§ **EXERCISE**
Output every line from the beginning of the records through the line that contains "async function signIn(page: Page, role: 'owner'", exactly as it appears.

(Collection entries)
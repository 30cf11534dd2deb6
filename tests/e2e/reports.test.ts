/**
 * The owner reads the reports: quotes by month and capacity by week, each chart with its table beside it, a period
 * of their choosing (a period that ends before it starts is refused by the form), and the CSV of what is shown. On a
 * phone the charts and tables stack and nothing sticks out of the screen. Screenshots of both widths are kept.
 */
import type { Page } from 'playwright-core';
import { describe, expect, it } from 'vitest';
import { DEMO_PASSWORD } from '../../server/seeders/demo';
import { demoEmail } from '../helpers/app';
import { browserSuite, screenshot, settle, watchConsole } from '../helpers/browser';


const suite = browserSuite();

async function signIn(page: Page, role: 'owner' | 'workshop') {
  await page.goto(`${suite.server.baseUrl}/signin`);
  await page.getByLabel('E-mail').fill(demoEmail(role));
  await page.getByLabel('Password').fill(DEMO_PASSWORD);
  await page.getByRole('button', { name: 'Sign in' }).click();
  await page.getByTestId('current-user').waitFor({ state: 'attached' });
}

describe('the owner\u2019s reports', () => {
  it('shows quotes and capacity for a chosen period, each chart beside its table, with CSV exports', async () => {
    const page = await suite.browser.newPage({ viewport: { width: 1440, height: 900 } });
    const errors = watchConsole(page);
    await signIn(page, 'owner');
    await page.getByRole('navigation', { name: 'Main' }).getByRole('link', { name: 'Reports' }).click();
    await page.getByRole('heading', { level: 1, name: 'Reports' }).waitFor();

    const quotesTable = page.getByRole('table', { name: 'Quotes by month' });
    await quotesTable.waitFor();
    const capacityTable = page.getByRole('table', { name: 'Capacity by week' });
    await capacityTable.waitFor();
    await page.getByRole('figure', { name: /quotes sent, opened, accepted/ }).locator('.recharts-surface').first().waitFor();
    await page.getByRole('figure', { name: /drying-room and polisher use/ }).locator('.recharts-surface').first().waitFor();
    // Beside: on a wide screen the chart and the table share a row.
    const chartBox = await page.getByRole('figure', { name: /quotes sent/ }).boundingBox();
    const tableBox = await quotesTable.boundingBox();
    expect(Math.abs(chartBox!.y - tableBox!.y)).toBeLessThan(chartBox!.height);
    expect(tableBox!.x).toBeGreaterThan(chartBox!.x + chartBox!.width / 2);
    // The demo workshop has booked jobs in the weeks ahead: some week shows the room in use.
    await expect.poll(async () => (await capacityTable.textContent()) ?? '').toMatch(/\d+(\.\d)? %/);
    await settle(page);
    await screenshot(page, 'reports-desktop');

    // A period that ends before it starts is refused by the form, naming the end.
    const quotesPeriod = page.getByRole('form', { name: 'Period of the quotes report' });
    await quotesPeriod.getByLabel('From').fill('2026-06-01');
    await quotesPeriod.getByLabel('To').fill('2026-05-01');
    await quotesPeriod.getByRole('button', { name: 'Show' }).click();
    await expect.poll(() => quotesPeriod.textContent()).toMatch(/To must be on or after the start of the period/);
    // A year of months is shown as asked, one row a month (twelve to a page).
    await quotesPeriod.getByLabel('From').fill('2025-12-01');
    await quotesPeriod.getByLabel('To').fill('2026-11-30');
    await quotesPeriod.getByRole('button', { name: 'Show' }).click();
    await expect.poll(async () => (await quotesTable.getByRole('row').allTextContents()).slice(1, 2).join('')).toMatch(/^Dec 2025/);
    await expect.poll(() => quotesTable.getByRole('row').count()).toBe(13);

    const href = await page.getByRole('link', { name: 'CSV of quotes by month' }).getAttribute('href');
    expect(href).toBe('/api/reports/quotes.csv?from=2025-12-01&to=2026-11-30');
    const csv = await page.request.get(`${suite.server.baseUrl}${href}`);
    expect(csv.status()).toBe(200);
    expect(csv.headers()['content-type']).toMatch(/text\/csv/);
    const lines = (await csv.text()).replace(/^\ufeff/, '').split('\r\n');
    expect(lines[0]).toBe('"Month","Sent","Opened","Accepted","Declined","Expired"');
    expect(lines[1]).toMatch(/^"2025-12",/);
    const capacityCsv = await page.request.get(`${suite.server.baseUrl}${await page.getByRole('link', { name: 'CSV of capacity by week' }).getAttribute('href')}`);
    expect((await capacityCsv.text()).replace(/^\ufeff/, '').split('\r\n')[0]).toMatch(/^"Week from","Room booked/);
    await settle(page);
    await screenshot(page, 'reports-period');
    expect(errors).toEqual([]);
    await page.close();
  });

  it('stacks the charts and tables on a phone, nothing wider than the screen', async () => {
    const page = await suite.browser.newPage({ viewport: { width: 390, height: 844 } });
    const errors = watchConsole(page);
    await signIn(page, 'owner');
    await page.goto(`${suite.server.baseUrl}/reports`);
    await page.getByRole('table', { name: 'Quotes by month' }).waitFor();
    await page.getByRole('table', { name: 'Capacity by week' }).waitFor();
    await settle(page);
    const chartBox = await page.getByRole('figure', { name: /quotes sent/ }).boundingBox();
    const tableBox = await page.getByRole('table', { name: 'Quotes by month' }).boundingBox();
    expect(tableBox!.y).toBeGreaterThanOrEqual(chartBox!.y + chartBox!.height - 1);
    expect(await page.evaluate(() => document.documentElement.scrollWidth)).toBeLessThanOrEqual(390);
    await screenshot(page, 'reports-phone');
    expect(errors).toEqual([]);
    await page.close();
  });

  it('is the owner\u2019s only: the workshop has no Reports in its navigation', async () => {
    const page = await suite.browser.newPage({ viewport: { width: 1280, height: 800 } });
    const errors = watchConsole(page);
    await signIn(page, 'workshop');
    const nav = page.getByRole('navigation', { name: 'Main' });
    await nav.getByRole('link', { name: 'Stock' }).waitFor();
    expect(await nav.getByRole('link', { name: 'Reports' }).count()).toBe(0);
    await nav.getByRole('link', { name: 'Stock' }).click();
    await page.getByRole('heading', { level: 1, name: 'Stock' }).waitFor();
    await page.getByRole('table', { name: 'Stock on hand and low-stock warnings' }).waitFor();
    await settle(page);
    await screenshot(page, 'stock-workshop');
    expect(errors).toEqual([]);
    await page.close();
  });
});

§ **OUTPUT**
repository 30cf11534dd2deb6
filename tests/e2e/reports.test.ts
/**
 * The owner reads the reports: quotes by month and capacity by week, each chart with its table beside it, a period
 * of their choosing (a period that ends before it starts is refused by the form), and the CSV of what is shown. On a
 * phone the charts and tables stack and nothing sticks out of the screen. Screenshots of both widths are kept.
 */
import type { Page } from 'playwright-core';
import { describe, expect, it } from 'vitest';
import { DEMO_PASSWORD } from '../../server/seeders/demo';
import { demoEmail } from '../helpers/app';
import { browserSuite, screenshot, settle, watchConsole } from '../helpers/browser';


const suite = browserSuite();

async function signIn(page: Page, role: 'owner' | 'workshop') {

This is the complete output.